▶ _Task item_: Write out an exact copy of the line with "[78, 20, 2]" and of each line after it, through the end of the records below.

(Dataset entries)
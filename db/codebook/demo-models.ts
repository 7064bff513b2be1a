import type { MachineModel } from '@/lib/model/machine-model'
import { DRIFT_600 } from './demo-drift-600'
import { MOOR_450 } from './demo-moor-450'
import { SKERRY_250 } from './demo-skerry-250'

/** The models of the demo shop: all invented, and marked so in every figure's source. */
export const DEMO_MODELS: MachineModel[] = [MOOR_450, DRIFT_600, SKERRY_250]
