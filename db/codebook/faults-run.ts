import { fault } from './draft'
import type { FaultData } from './fault-data'

/** Inside the engine, its timing, its fuel and its exhaust: what keeps it from running right. */
export const RUN_ENGINE_FAULTS: FaultData[] = [
  fault({
    id: 'cylinderFlooded',
    name: 'Cylinder flooded with fuel',
    system: 'fuelSystem',
    repair: {
      words:
        'Fuel off, throttle held wide open, crank ten seconds at a time to blow it out; then dry or change the plug.',
      doesNotFix:
        'Floods again if the choke stays on, the float needle leaks or the injector drips.',
      minutes: 15,
      part: 'sparkPlug',
      successOf100: 88,
    },
    onset:
      'Many tries with choke or throttle, a machine laid on its side, or a stalled cold start.',
    wayOut: 'repairHere',
    limpRefused: 'Locks solid on fuel when cranked: plug out first, or the rod bends.',
    provedBy: 'Starts on a dry plug and starts again when warm without choke; then the proof run.',
  }),
  fault({
    id: 'injectorLeaking',
    name: 'Injector dripping or stuck open',
    system: 'fuelSystem',
    gate: { fuelling: ['injection'] },
    circuits: [
      { circuit: 'injector1', role: 'mechanism' },
      { circuit: 'injector2', role: 'mechanism' },
      { circuit: 'injector3', role: 'mechanism' },
      { circuit: 'injector4', role: 'mechanism' },
      { circuit: 'fuelPressure', role: 'mechanism' },
    ],
    repair: {
      words:
        'Fit a good injector with new seals. Change the engine oil on a four-stroke if it smells of petrol.',
      doesNotFix: 'Dirt from a torn filter makes the next one drip too: fit a filter with it.',
      minutes: 35,
      part: 'injector',
      setups: ['tankCoverOff', 'railRelieved'],
      successOf100: 92,
    },
    onset: 'Long cranking after a short stop, black smoke at first, petrol in the oil.',
    wayOut: 'tow',
    limpRefused:
      'Petrol in the oil takes its strength, and a full cylinder bends the rod: no ride, no long cranking.',
    provedBy: 'Tip dry for a minute under pressure, pressure holds; then a hot restart.',
  }),
  fault({
    id: 'lowCompression',
    name: 'Low compression: rings, piston or cylinder worn',
    system: 'engineInside',
    repair: {
      words:
        'Shop job: piston, rings, cylinder. A worn two-stroke may start once more by a tow or a long pull.',
      doesNotFix: 'Oil in the plug hole starts it once and cures nothing.',
      minutes: 360,
      part: 'topEndKit',
      setups: ['engineCold'],
      successOf100: 85,
    },
    onset: 'Creeps up over a season; sudden after dust, overheating or a lean seizure.',
    wayOut: 'tow',
    limpRefused: 'Metal from a piston that has picked up goes through the engine: no ride.',
    provedBy:
      'Compression at the figure and alike on all cylinders; then a hot restart and proof run.',
  }),
  fault({
    id: 'camTimingSlipped',
    name: 'Cam chain or belt jumped',
    system: 'timingSystem',
    gate: { strokes: ['four'] },
    circuits: [
      { circuit: 'camSensor', role: 'mechanism' },
      { circuit: 'crankSensor', role: 'mechanism' },
    ],
    repair: {
      words:
        'Shop job: set the marks, fit chain and tensioner, look for bent valves before it turns.',
      doesNotFix: 'Setting the marks alone does not cure a worn tensioner or bent valves.',
      minutes: 240,
      part: 'timingChainSet',
      setups: ['valveCoverOff'],
      successOf100: 75,
    },
    onset: 'Rattle for weeks, then no start or no power after a stall, a backfire or a push start.',
    wayOut: 'tow',
    limpRefused: 'Valves may meet the piston: no more cranking, no ride.',
    provedBy: 'Marks in line after two turns by hand, compression back; then the proof run.',
  }),
  fault({
    id: 'triggerWheelSlipped',
    name: 'Flywheel key sheared or trigger wheel loose',
    system: 'timingSystem',
    circuits: [{ circuit: 'crankSensor', role: 'mechanism' }],
    repair: {
      words:
        'Pull the flywheel, fit a new key on clean dry cones, tighten to the figure with a torque wrench.',
      doesNotFix: 'A key alone does not last on a worn or wet cone.',
      minutes: 90,
      part: 'shaftKey',
      setups: ['flywheelCoverOff'],
      successOf100: 88,
    },
    onset: 'After a hard stop, a kickback, a prop of the drive, or work on the flywheel.',
    wayOut: 'tow',
    limpRefused: 'A loose flywheel breaks its cover: no ride, no more starts.',
    provedBy: 'Mark stands still where it should under a timing light; then the proof run.',
  }),
  fault({
    id: 'exhaustLeak',
    name: 'Exhaust joint leaking',
    system: 'airSystem',
    repair: {
      words: 'Fit a gasket, springs or clamp. A wrapped tin and wire is for the way home only.',
      doesNotFix: 'Does not cure a lean mixture, which bangs on the overrun too.',
      minutes: 25,
      part: 'exhaustGasketSet',
      setups: [],
      successOf100: 92,
    },
    onset: 'Ticking when cold, soot at a joint, a lost spring, after a fall or exhaust work.',
    wayOut: 'limpOut',
    limpRefused:
      'Hot gas on fuel hose, wiring, seat or dry grass burns: no ride before it points away.',
    provedBy: 'No puff at any joint with the end held half shut; then the proof run.',
  }),
  fault({
    id: 'powerValveStuck',
    name: 'Exhaust valve stuck or its cable off (two-stroke)',
    system: 'airSystem',
    gate: { strokes: ['two'] },
    circuits: [{ circuit: 'exhaustValve', role: 'mechanism' }],
    repair: {
      words: 'Take it out, free it of gum, set cable and stop marks. Fit the parts that are worn.',
      doesNotFix: 'Comes back soon with the wrong oil or a rich mixture.',
      minutes: 45,
      costMinor: 150,
      part: 'exhaustValveKit',
      setups: ['exhaustValveOpen'],
      successOf100: 88,
    },
    onset: 'Power goes flat in one half of the range, little by little over a season.',
    wayOut: 'limpOut',
    limpRefused: 'A broken blade can drop into the port: if it rattles, no start.',
    provedBy:
      'Moves from stop to stop by finger and by its servo; pulls through the range in the proof run.',
  }),
]
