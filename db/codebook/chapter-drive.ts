import type { Chapter } from './chapter'
import { BRAKE_LOOKS } from './checks-brakes'
import { BRAKE_CHECKS } from './checks-brakes-deep'
import { BRAKE_MORE_CHECKS } from './checks-brakes-more'
import { BELT_CHECKS } from './checks-drive-belt'
import { CHAIN_CHECKS } from './checks-drive-chain'
import { LINE_CHECKS } from './checks-drive-line'
import { GEAR_LOOKS } from './checks-gear-looks'
import { GEAR_CHECKS } from './checks-gears'
import { STEERING_CHECKS } from './checks-steering'
import { STEERING_MORE_CHECKS } from './checks-steering-more'
import { TRACK_CHECKS } from './checks-track'
import { TRACK_MORE_CHECKS } from './checks-track-more'
import { WHEEL_CHECKS } from './checks-wheels'
import { BELT_FAULTS } from './faults-drive-belt'
import { BRAKE_FAULTS } from './faults-drive-brakes'
import { GEAR_FAULTS } from './faults-drive-gears'
import { STEERING_FAULTS } from './faults-drive-steering'
import { TRACK_FAULTS } from './faults-drive-track'
import { TYRE_FAULTS } from './faults-drive-tyres'
import { DRIVE_ROWS } from './rows-drive'
import { DRIVE_SETUPS } from './setups-drive'
import { DRIVE_SHARES } from './shares-drive'
import { CHASSIS_SHARES } from './shares-drive-chassis'
import { DRIVE_SWAPS } from './swaps-drive'
import { DRIVE_SYMPTOMS } from './symptoms-drive'
import { BRAKE_AND_TYRE_SYMPTOMS } from './symptoms-drive-brakes'
import { SHIFT_SYMPTOMS } from './symptoms-drive-shift'
import { STEERING_SYMPTOMS } from './symptoms-drive-steering'
import { TRACK_SYMPTOMS } from './symptoms-drive-track'
import { DRIVE_WORDS } from './words-drive'

/** Drive, gears, brakes, steering, wheels and track. */
export const DRIVE: Chapter = {
  symptoms: [
    ...DRIVE_SYMPTOMS,
    ...SHIFT_SYMPTOMS,
    ...BRAKE_AND_TYRE_SYMPTOMS,
    ...STEERING_SYMPTOMS,
    ...TRACK_SYMPTOMS,
  ],
  faults: [
    ...BELT_FAULTS,
    ...GEAR_FAULTS,
    ...BRAKE_FAULTS,
    ...STEERING_FAULTS,
    ...TYRE_FAULTS,
    ...TRACK_FAULTS,
  ],
  shares: [...DRIVE_SHARES, ...CHASSIS_SHARES],
  checks: [
    ...BELT_CHECKS,
    ...CHAIN_CHECKS,
    ...LINE_CHECKS,
    ...GEAR_LOOKS,
    ...GEAR_CHECKS,
    ...BRAKE_LOOKS,
    ...BRAKE_CHECKS,
    ...BRAKE_MORE_CHECKS,
    ...STEERING_CHECKS,
    ...STEERING_MORE_CHECKS,
    ...WHEEL_CHECKS,
    ...TRACK_CHECKS,
    ...TRACK_MORE_CHECKS,
  ],
  swaps: DRIVE_SWAPS,
  setups: DRIVE_SETUPS,
  words: DRIVE_WORDS,
  rows: DRIVE_ROWS,
  swapRows: {},
  unseparated: [],
}
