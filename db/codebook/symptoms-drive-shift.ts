import type { SymptomItem } from '@/lib/model/code-book'
import { RIDDEN, WITH_NEUTRAL } from './gates-drive'
import { OWN_WORDS } from './sources'

/** The complaint of a lever or gear that does not obey. */
export const SHIFT_SYMPTOMS: SymptomItem[] = [
  {
    kind: 'symptom',
    id: 'willNotShift',
    name: 'Will not shift',
    gate: { ...RIDDEN, ...WITH_NEUTRAL },
    riderWords: [
      'will not shift',
      'will not go into gear',
      'stuck in gear',
      'stuck in park',
      'no reverse',
      'will not go into reverse',
      'cannot find neutral',
      'gear lever stuck',
      'lever flops around',
      'lever came loose',
      'grinds when I shift',
      'jumps out of gear',
      'only one gear works',
      'range lever will not move',
      'display shows the wrong gear',
      'gear lever frozen',
      'clutch lever does nothing',
    ],
    conditions: [
      {
        id: 'leverLoose',
        name: 'Lever moves too easily, nothing happens',
        tells: {
          of100: {
            shiftLinkageOff: 62,
            shiftReturnBroken: 58,
            shiftForkBent: 9,
            gearboxBroken: 10,
          },
          otherwise: 3,
        },
      },
      {
        id: 'leverStuck',
        name: 'Lever will not move at all',
        tells: {
          of100: {
            shiftFrozen: 82,
            parkOrRangeNotEngaged: 46,
            shiftLinkageOff: 22,
            gearboxBroken: 34,
            shiftForkBent: 22,
            clutchDriveStuck: 20,
          },
          otherwise: 8,
        },
      },
      {
        id: 'grindsRunning',
        name: 'Grinds or jumps with the engine running',
        tells: {
          of100: {
            idleTooHigh: 80,
            clutchDriveStuck: 68,
            clutchDrags: 76,
            beltSlips: 40,
            gearboxBroken: 36,
            shiftForkBent: 30,
            parkOrRangeNotEngaged: 26,
          },
          otherwise: 5,
        },
      },
      {
        id: 'engineOffIsFine',
        name: 'Shifts well with the engine off',
        tells: {
          of100: {
            idleTooHigh: 86,
            clutchDriveStuck: 62,
            clutchDrags: 84,
            beltSlips: 60,
            gearPositionBad: 42,
          },
          otherwise: 6,
        },
      },
      {
        id: 'oneGearOnly',
        name: 'One gear or range only, or jumps out',
        tells: {
          of100: {
            shiftForkBent: 72,
            gearboxBroken: 52,
            parkOrRangeNotEngaged: 30,
            shiftLinkageOff: 20,
            shiftReturnBroken: 24,
          },
          otherwise: 7,
        },
      },
      {
        id: 'displayWrong',
        name: 'Display wrong or blank, or locked out',
        tells: {
          of100: { gearPositionBad: 88, shiftLinkageOff: 16, parkOrRangeNotEngaged: 16 },
          otherwise: 3,
        },
      },
      {
        id: 'afterFrost',
        name: 'After frost, water or mud',
        tells: { of100: { shiftFrozen: 90, gearPositionBad: 26, clutchDrags: 16 }, otherwise: 9 },
      },
      {
        id: 'onSlope',
        name: 'Parked on a slope or pushed against something',
        tells: { of100: { parkOrRangeNotEngaged: 66, beltSlips: 12 }, otherwise: 7 },
      },
      {
        id: 'afterKnock',
        name: 'After a fall or a knock from below',
        tells: {
          of100: { shiftLinkageOff: 46, shiftForkBent: 14, gearPositionBad: 12 },
          otherwise: 6,
        },
      },
    ],
    opens: 'suspects',
    engine: 'runs',
    cautions: [
      {
        signal: 'WARNING',
        text: 'It can jump when a gear goes in at once. Brake on, nobody in front or behind, lever never forced.',
      },
    ],
    firstLook: [
      'rangeLever',
      'footLeverFeel',
      'shiftLinkLook',
      'clutchLeverFeel',
      'shiftEngineOff',
    ],
    twoWrongOf100: 5,
    source: `${OWN_WORDS}; two things wrong in 5 of 100 where nobody knows (common practice, no source)`,
  },
]
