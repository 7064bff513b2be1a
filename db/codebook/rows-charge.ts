import type { Chapter } from './chapter'
import { COOLING_ROWS } from './rows-charge-heat'

/** Battery, start and dash: a machine that does not charge has run its battery down by the time it is looked at. */
const RUN_DOWN: Chapter['rows'] = {
  batteryRest: {
    statorFault: [31, 20, 49],
    regulatorDead: [29, 18, 53],
    regulatorFailed: [24, 12, 64],
    regulatorOvercharges: [74, 10, 16],
    chargingPlugBurnt: [38, 20, 42],
    loadTooGreat: [30, 22, 48],
  },
  batteryCranking: {
    statorFault: [37, 20, 43],
    regulatorDead: [34, 19, 47],
    regulatorFailed: [30, 15, 55],
    regulatorOvercharges: [66, 14, 20],
    chargingPlugBurnt: [46, 19, 35],
    loadTooGreat: [42, 20, 38],
  },
  batteryLoadHold: { regulatorOvercharges: [62, 14, 24] },
  dashAtKeyOn: {
    statorFault: [61, 36, 3],
    regulatorDead: [58, 38, 4],
    regulatorOvercharges: [70, 28.5, 1.5],
    chargingPlugBurnt: [64, 33, 3],
    loadTooGreat: [72, 26, 2],
  },
  storedCodes: {
    statorFault: [46, 38, 16],
    regulatorDead: [45, 40, 15],
    regulatorFailed: [40, 34, 26],
    regulatorOvercharges: [41, 45, 14],
    chargingPlugBurnt: [49, 36, 15],
    loadTooGreat: [60, 31, 9],
  },
  pumpPrimeListen: {
    statorFault: [73, 21, 6],
    regulatorDead: [71, 22, 7],
    chargingPlugBurnt: [75, 19, 6],
    loadTooGreat: [78, 18, 4],
  },
  pumpPlugVolts: {
    statorFault: [73, 23, 4],
    regulatorDead: [71, 24, 5],
    chargingPlugBurnt: [75, 21, 4],
    loadTooGreat: [79, 18, 3],
  },
  modulePowerGround: {
    statorFault: [77, 20, 3],
    regulatorDead: [75, 21, 4],
    chargingPlugBurnt: [78, 19, 3],
    regulatorOvercharges: [80, 18, 2],
  },
  crankingSound: {
    statorFault: [58, 40, 2],
    regulatorDead: [56, 42, 2],
    regulatorFailed: [53, 45, 2],
    chargingPlugBurnt: [64, 34, 2],
    loadTooGreat: [66, 32, 2],
  },
  startSound: {
    statorFault: [52, 24, 14, 6, 3, 0.5, 0.5],
    regulatorDead: [50, 24, 16, 6, 3, 0.5, 0.5],
    regulatorFailed: [40, 20, 14, 22, 3, 0.5, 0.5],
    chargingPlugBurnt: [57, 22, 12, 6, 2, 0.5, 0.5],
    loadTooGreat: [60, 22, 11, 4, 2, 0.5, 0.5],
  },
  jumpStart: {
    statorFault: [47, 13, 40],
    regulatorDead: [45, 14, 41],
    regulatorFailed: [62, 16, 22],
    chargingPlugBurnt: [52, 12, 36],
    loadTooGreat: [53, 10, 37],
  },
  lampsWhilePress: {
    statorFault: [53, 34, 13],
    regulatorDead: [51, 34, 15],
    regulatorFailed: [36, 26, 38],
    chargingPlugBurnt: [57, 31, 12],
    loadTooGreat: [58, 31, 11],
  },
  directLoads: {
    statorFault: [47, 8, 36, 9],
    regulatorDead: [45, 8, 36, 11],
    chargingPlugBurnt: [51, 8, 32, 9],
    loadTooGreat: [53, 8, 32, 7],
  },
  fuseBothSides: {
    statorFault: [66, 4, 28, 1, 1],
    regulatorDead: [64, 4, 30, 1, 1],
    chargingPlugBurnt: [68, 5, 21, 5, 1],
    loadTooGreat: [72, 4, 22, 1, 1],
  },
  keyWiggle: {
    statorFault: [74, 24, 2],
    regulatorDead: [73, 25, 2],
    chargingPlugBurnt: [75, 22, 3],
  },
  assistLamp: { statorFault: [69, 26, 5], regulatorDead: [67, 28, 5] },
}

/** Stator, plug and regulator where other checks come across them. */
const CHARGING: Chapter['rows'] = {
  mainFuseLook: { chargingPlugBurnt: [80, 17, 3], loadTooGreat: [82, 14, 4] },
  newFuseHolds: { chargingPlugBurnt: [88, 9, 2, 1], statorFault: [90, 5, 4, 1] },
  drainCurrent: { regulatorOvercharges: [76, 10, 14], statorFault: [86, 8, 6] },
  harnessWiggle: { chargingPlugBurnt: [66, 16, 18], statorFault: [80, 13, 7] },
  pinsWetLook: {
    chargingPlugBurnt: [56, 34, 10],
    regulatorDead: [70, 25, 5],
    fanCircuitFault: [62, 31, 7],
  },
  waterlineLook: {
    chargingPlugBurnt: [51, 30, 19],
    fanCircuitFault: [46, 31, 23],
    radiatorPacked: [49, 32, 19],
  },
  coilPeakVolts: { statorFault: [74, 17, 9] },
  sparkCranking: { statorFault: [79, 16, 5] },
  flywheelKey: { statorFault: [74, 22, 4] },
}

/** What this chapter's faults do to checks that other chapters wrote; guesses, of 100. */
export const CHARGE_ROWS: Chapter['rows'] = joined(RUN_DOWN, CHARGING, COOLING_ROWS)

/** The same of swaps. */
export const CHARGE_SWAP_ROWS: Chapter['swapRows'] = {
  batterySwap: {
    statorFault: [47, 51, 2],
    regulatorDead: [46, 52, 2],
    regulatorFailed: [56, 42, 2],
    regulatorOvercharges: [70, 27, 3],
    chargingPlugBurnt: [50, 48, 2],
    loadTooGreat: [44, 52, 4],
  },
  plugSwap: { headGasketLeaking: [80, 18, 2], fanBeltBroken: [78, 20, 2] },
}

/** Rows of several groups put together, check by check. */
function joined(...groups: readonly Chapter['rows'][]): Chapter['rows'] {
  const all: Record<string, Record<string, readonly number[]>> = {}
  for (const group of groups)
    for (const [check, rows] of Object.entries(group)) all[check] = { ...all[check], ...rows }
  return all
}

▶ _Solution to the exercise_:
  plugSwap: { headGasketLeaking: [80, 18, 2], fanBeltBroken: [78, 20, 2] },
}

/** Rows of several groups put together, check by check. */
function joined(...groups: readonly Chapter['rows'][]): Chapter['rows'] {
  const all: Record<string, Record<string, readonly number[]>> = {}
  for (const group of groups)
    for (const [check, rows] of Object.entries(group)) all[check] = { ...all[check], ...rows }
  return all
}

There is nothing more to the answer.